Le Visum et Repertum fut publié de nombreuses fois, son contenu souvent résumé ou romancé. Il circula beaucoup et contribua largement à diffuser le mot « vampire », qui y figure à plusieurs reprises. Son rôle fut absolument prépondérant dans la grande fortune que ce mort-vivant se préparait à connaître, les relations du Mercure galant de 1693 et 1694 n’ayant pas quant à elles suscité de grands remous en dépit de leur caractère pourtant très impressionnant, lui aussi : « C’est que, pour propulser ce genre de faits étonnants sur le devant de la scène, il manquait encore quelque chose d’essentiel – des preuves. Discourir sur des fables et des histoires entendues est une chose, prouver leur réel fondement et donner des exemples tangibles et authentiques en est une autre. Sans preuves, les témoignages sur les morts malfaisants étaient condamnés à rester des histoires divertissantes et improbables. » (D. S-H.) Or le Visum et Repertum, établi par un militaire, offrait justement toutes ces garanties. D. S-H. rappelle plus loin que longtemps avant tous ces événements, et sans qu’il n’y ait eu de suites particulières, des populations s’étaient déjà retrouvées aux prises avec des morts redoutables : « Les vampires découverts en Occident vers 1730, sont-ils, en effet, si différents des sangusagae des chroniques anglaises du XIIe siècle ou des “stryges de Russie” dont parle le Mercure galant en 1694 ? À notre sens, ils leur ressemblent énormément [ainsi qu’à d’autres, comme le cordonnier de Breslau en 1591, ou bien Jure Grando, mentionné plus haut]… Seul le nom de “vampire” était vraiment inconnu jusqu’à 1725. »

Cette édition originale reproduit aussi le rapport Frombald établi à l’occasion du cas de Peter Plogojovitz en 1725, et donne un extrait d’un livre de 1690 d’Erasmus Francisci, qui évoque, entre autres, le cas de Grando. Un compte-rendu du Visum et Repertum figure dans le numéro du 30 avril du Commercium Litterarium.

Pas dans le catalogue N°1 de la librairie BMCF. RBH signale en tout deux exemplaires, dont celui-ci.
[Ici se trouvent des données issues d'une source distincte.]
def cmd_rollback(args: argparse.Namespace) -> int:
    client = ApiClient(args.api or default_api_url())
    name = _model_name(args)
    body = {"replay": bool(args.replay), "skip_ids": _parse_skip(args.skip or [])}
    result = client.post(f"/models/{name}/snapshots/{args.snapshot}/restore", json=body)
    print(
        f"restored snapshot {result['snapshot_id']}: now version {result['version']} "
        f"(parent {result['parent']}, replaced {result['replaced_version']}, safety snapshot "
        f"{result['safety_snapshot_id']}); replay {'on' if result['replay'] else 'off'}"
    )
    return EXIT_OK


def cmd_drift(args: argparse.Namespace) -> int:
    client = ApiClient(args.api or default_api_url())
    name = _model_name(args)
    history = client.get(f"/models/{name}/drift/history", params={"limit": args.limit})["rows"]
    report = client.get(f"/models/{name}/drift")
    alerts = client.get(f"/models/{name}/drift/alerts")["alerts"]
    print(format_drift_table(history))
    state = "ALERT" if report["alert"] else "ok"
    print(
        f"divergence now vs {report['reference']}: {report['js_divergence']:.4f} "
        f"(threshold {report['threshold']:.4f}) {state}"
    )
    for alert in alerts[-10:]:
        print(f"alert at version {alert['version']}: {alert['reason']}")
    if args.plot:
        plot_weights(history, args.plot, title=f"mixture weights of {name}")
        print(f"wrote {args.plot}")
    return EXIT_OK
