def _describe_online(args: argparse.Namespace) -> int:
    client = ApiClient(args.api or default_api_url())
    name = _model_name(args)
    params: dict[str, Any] = {"top": args.top}
    if args.keep_courtesy_terms:
        params["keep_courtesy_terms"] = "true"
    groups = client.get(f"/models/{name}/groups", params=params)
    if args.json:
        print(json.dumps(groups, indent=2))
        return EXIT_OK
    print(f"model {groups['model']}, version {groups['version']}: {len(groups['groups'])} groups")
    for group in groups["groups"]:
        label = f"  [{group['label']}]" if group.get("label") else ""
        destination = f" -> {group['destination']}" if group.get("destination") else ""
        print(f"group {group['group']}  weight {group['weight']:.3f}{label}{destination}")
        print("  top:         " + ", ".join(t["term"] for t in group["top_terms"]))
        print("  distinctive: " + ", ".join(t["term"] for t in group["distinctive_terms"]))
    return EXIT_OK


# -- talking to the API ---------------------------------------------------------------------


def default_api_url() -> str:
    """The API the client commands talk to when ``--api`` is not given.

    In order: ``MIXROUTE_API_URL``; the address file of a ``serve`` running on the data folder
    (``MIXROUTE_DATA_DIR``; see :mod:`service.address`), so ``serve --port X`` is found; the
    settings' host and port.
    """
    from service.address import api_url_for, read_address
    from service.settings import load_settings

    explicit = os.environ.get("MIXROUTE_API_URL")
    if explicit:
        return explicit
    settings = load_settings()
    address = read_address(settings.data_dir)
    if address is not None:
        return address.api_url
    return api_url_for(settings.host, settings.port)


class ApiClient:
    """A thin JSON client of the mixroute API that turns failures into one-line errors."""

    def __init__(self, base_url: str, timeout: float = 60.0) -> None:
        import httpx

        from service.settings import load_settings

        self.base_url = base_url.rstrip("/")
        key = load_settings().api_key.get_secret_value()
        headers = {"Authorization": f"Bearer {key}"} if key else {}
        self._client = httpx.Client(base_url=self.base_url, timeout=timeout, headers=headers)

    def request(self, method: str, path: str, **kwargs: Any) -> Any:
        import httpx

        try:
            response = self._client.request(method, path, **kwargs)
        except httpx.TransportError as exc:
            raise CommandError(
                f"cannot reach the mixroute API at {self.base_url} ({exc.__class__.__name__}); "
                "start it with `mixroute serve`, or give its address with --api URL or "
                "MIXROUTE_API_URL"
            ) from None
        if response.status_code in (401, 403):
            raise CommandError(
                f"{method} {path}: {response.status_code}: the API wants a key with the right "
                "role; set MIXROUTE_API_KEY"
            )
        if response.status_code >= 400:
            try:
                detail = response.json().get("detail", response.text)
            except ValueError:
                detail = response.text
            if not isinstance(detail, str):
                detail = json.dumps(detail)
            raise CommandError(f"{method} {path}: {response.status_code} {detail}")
        if response.status_code == 204 or not response.content:
            return None
        return response.json()

    def get(self, path: str, **kwargs: Any) -> Any:
        return self.request("GET", path, **kwargs)

    def post(self, path: str, **kwargs: Any) -> Any:
        return self.request("POST", path, **kwargs)

    def delete(self, path: str, **kwargs: Any) -> Any:
        return self.request("DELETE", path, **kwargs)

    def close(self) -> None:
        self._client.close()


def _model_name(args: argparse.Namespace) -> str:
    if args.model:
        return str(args.model)
    from service.settings import load_settings

    return load_settings().default_model


def _learned_or_warming(model: dict[str, Any]) -> str:
    """Documents learned, or the warm-up's progress while nothing can be routed yet."""
    if model.get("warmed_up", True):
        return f"{model['documents_learned']:,} documents learned"
    if model.get("status"):  # "warming up: N of M tokens buffered (...)"
        return str(model["status"])
    target = model.get("config", {}).get("warmup_documents")
    of = f" of {target:,}" if isinstance(target, int) else ""
    return f"warming up: {model['documents_learned']:,}{of} buffered"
Nous n’en avons pas repéré d’autre : ni sur un site du même type, ni ailleurs.

Le deuxième ouvrage, incomplet d’environ la moitié des pages, rend brièvement compte d’événements survenus dans un presbytère, qui aurait été hanté par un poltergeist pendant des années. Wegner, qui entend lutter contre les superstitions est aussi l’auteur, sous le pseudonyme Tharsander, d’un livre contre les superstitions et autres supercheries dont une partie est consacrée aux vampires (1736).

Voir A. Faivre pages 49, 50-51 et 65 (Colloque de Cerisy) et Les Vampires, pages 51-56 (traduction complète du rapport Flückinger), 45-48 (le cas Grando), 253. Voir aussi D. S-H, pages 145-146, 149-151, 160-161 et 315-316.